Source records
Content starts

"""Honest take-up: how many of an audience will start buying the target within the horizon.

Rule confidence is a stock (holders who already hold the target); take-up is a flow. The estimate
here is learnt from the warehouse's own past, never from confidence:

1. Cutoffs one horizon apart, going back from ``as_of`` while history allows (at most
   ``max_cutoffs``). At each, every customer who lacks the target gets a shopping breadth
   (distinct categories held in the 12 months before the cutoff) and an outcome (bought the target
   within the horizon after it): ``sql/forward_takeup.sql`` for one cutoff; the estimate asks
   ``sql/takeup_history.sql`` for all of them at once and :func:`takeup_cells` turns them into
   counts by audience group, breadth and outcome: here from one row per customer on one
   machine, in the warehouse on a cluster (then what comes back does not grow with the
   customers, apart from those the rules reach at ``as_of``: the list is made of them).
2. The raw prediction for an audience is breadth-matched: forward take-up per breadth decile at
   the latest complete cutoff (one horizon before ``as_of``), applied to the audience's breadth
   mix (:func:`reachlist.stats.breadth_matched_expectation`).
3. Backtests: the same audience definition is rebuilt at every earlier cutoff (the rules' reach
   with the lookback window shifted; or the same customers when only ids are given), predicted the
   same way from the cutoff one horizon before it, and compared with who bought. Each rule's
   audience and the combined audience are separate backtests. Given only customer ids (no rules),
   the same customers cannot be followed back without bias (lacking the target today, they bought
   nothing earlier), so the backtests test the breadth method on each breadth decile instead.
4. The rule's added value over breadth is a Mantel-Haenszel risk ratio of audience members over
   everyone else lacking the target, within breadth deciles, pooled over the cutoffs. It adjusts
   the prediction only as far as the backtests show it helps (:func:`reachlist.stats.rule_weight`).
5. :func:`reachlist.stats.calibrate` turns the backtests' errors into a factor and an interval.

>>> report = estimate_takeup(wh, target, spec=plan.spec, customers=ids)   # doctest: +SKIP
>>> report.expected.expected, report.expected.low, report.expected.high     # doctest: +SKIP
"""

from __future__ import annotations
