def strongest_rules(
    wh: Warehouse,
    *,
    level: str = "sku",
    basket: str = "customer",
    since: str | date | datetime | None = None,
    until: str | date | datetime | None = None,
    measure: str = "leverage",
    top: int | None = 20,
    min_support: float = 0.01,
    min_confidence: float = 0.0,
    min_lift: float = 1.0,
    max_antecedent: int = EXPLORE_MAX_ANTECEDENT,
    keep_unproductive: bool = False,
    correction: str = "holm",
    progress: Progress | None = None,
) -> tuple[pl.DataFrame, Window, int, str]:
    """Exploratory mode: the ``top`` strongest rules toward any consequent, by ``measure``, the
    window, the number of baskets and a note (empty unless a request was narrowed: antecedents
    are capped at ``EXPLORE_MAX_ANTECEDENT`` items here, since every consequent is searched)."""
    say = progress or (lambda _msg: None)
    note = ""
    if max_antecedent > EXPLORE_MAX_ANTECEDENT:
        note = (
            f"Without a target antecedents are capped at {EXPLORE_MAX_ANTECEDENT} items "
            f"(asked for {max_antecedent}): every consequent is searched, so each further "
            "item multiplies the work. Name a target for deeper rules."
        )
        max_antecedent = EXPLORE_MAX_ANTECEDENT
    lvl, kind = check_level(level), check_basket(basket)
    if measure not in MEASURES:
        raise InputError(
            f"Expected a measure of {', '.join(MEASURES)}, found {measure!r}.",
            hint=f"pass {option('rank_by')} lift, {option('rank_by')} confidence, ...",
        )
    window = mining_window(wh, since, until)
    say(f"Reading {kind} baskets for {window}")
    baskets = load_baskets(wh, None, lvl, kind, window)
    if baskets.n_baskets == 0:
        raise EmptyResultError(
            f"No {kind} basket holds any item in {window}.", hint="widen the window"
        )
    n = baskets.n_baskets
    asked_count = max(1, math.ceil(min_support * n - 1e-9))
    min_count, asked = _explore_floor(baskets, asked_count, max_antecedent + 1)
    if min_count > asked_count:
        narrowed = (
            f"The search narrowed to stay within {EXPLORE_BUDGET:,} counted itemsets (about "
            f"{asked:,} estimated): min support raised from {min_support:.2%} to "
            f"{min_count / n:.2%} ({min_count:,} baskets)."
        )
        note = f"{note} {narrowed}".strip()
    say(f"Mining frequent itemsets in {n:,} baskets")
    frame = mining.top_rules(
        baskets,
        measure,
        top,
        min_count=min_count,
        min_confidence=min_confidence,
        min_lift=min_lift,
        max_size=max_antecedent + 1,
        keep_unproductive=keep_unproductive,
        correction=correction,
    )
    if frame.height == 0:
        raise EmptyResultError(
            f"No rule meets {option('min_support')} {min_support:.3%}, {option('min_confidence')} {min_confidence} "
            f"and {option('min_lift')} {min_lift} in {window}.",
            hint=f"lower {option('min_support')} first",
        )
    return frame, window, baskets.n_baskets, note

Content ends
Content starts

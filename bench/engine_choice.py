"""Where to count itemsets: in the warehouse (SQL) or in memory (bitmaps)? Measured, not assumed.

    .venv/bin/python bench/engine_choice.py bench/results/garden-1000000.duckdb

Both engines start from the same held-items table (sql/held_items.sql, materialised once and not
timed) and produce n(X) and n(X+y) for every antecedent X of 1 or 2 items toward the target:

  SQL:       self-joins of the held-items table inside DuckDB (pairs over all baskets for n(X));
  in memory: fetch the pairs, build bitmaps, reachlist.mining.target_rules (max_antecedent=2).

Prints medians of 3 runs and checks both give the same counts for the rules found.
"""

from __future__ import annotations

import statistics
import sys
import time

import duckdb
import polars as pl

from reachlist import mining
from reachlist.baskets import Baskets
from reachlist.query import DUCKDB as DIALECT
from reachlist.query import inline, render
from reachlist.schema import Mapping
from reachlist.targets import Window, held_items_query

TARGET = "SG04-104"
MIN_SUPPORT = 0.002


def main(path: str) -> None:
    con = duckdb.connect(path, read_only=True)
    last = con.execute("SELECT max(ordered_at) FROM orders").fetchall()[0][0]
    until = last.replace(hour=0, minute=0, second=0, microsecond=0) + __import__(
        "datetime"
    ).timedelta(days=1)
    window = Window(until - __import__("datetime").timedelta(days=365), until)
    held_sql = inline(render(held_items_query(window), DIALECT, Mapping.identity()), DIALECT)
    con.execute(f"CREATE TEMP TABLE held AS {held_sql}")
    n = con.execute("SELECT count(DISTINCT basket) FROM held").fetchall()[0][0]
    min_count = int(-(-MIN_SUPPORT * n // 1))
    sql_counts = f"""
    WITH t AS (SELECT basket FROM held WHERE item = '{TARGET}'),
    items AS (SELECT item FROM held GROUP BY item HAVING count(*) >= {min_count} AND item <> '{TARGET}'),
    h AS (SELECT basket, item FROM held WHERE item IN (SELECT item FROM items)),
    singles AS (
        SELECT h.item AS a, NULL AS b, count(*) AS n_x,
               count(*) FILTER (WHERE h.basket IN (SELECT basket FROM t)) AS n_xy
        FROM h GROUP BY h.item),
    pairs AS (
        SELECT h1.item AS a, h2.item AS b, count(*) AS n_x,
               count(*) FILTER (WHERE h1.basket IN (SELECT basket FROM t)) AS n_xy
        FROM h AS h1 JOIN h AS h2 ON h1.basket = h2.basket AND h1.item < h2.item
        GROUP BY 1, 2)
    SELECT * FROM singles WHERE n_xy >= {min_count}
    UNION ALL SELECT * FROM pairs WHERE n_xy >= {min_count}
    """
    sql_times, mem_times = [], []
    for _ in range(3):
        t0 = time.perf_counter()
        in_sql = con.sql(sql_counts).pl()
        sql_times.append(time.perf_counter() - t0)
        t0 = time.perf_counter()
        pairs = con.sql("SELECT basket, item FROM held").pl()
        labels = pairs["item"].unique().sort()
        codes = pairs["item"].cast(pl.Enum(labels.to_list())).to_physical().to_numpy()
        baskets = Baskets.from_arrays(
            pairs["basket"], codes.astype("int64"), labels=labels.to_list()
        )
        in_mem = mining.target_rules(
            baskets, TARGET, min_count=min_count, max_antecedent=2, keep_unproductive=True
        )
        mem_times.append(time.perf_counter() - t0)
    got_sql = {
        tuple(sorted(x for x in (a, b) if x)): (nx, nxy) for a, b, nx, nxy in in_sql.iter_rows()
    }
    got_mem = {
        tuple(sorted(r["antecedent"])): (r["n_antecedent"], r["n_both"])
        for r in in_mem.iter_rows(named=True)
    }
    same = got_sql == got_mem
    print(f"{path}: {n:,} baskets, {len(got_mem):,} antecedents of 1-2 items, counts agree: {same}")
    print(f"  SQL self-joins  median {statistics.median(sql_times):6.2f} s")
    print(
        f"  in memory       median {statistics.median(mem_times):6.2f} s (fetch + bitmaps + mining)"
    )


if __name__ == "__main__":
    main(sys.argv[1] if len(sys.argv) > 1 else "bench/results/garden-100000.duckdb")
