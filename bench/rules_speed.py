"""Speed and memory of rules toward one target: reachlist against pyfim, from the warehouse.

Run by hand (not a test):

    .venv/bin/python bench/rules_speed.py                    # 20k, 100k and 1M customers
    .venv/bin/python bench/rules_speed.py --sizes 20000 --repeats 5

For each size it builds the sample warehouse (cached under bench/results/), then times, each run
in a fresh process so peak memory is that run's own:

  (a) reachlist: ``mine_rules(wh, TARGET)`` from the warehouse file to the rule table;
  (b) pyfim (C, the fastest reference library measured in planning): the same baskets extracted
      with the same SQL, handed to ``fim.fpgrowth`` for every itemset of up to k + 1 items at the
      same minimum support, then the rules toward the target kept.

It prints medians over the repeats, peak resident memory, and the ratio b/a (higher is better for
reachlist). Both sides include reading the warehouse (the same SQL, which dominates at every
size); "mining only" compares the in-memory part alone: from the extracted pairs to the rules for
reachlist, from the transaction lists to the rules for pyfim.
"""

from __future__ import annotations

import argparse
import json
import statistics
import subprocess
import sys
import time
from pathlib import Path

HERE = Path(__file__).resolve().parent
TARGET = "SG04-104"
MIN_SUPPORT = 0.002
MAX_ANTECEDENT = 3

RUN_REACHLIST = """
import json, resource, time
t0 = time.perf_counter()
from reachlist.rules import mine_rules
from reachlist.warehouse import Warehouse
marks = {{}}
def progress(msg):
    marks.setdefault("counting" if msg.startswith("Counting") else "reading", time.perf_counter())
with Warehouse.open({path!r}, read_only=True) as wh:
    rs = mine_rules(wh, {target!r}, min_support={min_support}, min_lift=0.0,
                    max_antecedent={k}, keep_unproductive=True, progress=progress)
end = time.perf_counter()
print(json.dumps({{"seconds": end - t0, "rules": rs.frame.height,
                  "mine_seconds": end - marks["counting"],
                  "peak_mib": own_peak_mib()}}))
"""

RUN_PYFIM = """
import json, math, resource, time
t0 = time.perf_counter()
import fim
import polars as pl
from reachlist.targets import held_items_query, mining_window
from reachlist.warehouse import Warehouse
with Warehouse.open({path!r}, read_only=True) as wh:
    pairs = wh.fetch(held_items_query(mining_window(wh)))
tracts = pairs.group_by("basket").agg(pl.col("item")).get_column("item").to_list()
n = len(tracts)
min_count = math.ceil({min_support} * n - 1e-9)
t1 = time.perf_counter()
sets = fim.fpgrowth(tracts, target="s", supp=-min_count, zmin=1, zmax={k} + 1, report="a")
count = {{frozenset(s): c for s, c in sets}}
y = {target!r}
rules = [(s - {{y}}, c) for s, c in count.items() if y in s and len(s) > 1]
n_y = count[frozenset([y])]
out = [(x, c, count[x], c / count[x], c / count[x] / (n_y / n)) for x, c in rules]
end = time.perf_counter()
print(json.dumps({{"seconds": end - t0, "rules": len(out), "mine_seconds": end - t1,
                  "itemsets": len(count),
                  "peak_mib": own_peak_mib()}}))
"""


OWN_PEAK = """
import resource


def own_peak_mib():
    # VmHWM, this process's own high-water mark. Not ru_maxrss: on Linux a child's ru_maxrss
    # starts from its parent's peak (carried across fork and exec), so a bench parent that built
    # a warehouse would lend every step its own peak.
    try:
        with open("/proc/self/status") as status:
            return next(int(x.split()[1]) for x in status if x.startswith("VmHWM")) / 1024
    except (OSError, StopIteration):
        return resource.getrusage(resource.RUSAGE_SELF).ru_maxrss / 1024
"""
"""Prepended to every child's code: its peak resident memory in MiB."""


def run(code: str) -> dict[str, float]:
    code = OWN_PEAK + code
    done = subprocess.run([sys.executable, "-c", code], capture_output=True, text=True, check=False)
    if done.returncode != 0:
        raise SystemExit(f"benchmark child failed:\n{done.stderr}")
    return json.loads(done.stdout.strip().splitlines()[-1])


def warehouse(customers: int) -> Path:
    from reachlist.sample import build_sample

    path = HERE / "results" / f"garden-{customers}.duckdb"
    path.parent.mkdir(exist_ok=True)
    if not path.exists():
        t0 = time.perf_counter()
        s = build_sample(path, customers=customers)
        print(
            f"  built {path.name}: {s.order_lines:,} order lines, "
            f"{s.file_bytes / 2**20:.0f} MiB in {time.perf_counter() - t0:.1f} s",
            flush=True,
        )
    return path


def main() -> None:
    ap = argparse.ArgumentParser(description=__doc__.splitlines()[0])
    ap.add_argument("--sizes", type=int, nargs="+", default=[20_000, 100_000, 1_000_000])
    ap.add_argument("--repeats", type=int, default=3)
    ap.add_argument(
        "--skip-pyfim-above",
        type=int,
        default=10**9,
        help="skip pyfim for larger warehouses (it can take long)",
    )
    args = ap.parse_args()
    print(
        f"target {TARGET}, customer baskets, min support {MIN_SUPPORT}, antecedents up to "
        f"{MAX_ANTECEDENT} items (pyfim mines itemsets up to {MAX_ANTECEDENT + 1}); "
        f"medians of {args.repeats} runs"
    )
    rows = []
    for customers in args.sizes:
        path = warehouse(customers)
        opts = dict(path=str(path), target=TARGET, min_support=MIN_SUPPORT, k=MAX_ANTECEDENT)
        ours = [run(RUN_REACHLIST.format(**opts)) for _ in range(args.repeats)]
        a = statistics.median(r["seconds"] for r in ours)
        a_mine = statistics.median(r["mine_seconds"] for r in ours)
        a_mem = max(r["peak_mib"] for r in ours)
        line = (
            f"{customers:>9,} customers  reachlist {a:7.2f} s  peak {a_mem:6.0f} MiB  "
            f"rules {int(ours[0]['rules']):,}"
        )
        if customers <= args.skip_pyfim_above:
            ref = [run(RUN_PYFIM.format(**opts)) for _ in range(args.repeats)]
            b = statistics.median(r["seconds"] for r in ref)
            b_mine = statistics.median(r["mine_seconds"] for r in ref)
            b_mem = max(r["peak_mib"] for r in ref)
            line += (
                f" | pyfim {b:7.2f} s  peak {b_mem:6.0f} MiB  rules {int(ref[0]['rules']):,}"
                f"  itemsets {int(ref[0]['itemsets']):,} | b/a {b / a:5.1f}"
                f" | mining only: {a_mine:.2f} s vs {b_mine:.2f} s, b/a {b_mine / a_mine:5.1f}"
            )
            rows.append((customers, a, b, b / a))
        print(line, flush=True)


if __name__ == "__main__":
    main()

Content ends

- **Work required**
Using the records above, restate word for word the lines from the one with "and 1M customers" through the one with "(b) pyfim (C, the", both included.

- **Exercise response**
    .venv/bin/python bench/rules_speed.py                    # 20k, 100k and 1M customers
    .venv/bin/python bench/rules_speed.py --sizes 20000 --repeats 5

For each size it builds the sample warehouse (cached under bench/results/), then times, each run
in a fresh process so peak memory is that run's own:

  (a) reachlist: ``mine_rules(wh, TARGET)`` from the warehouse file to the rule table;
  (b) pyfim (C, the fastest reference library measured in planning): the same baskets extracted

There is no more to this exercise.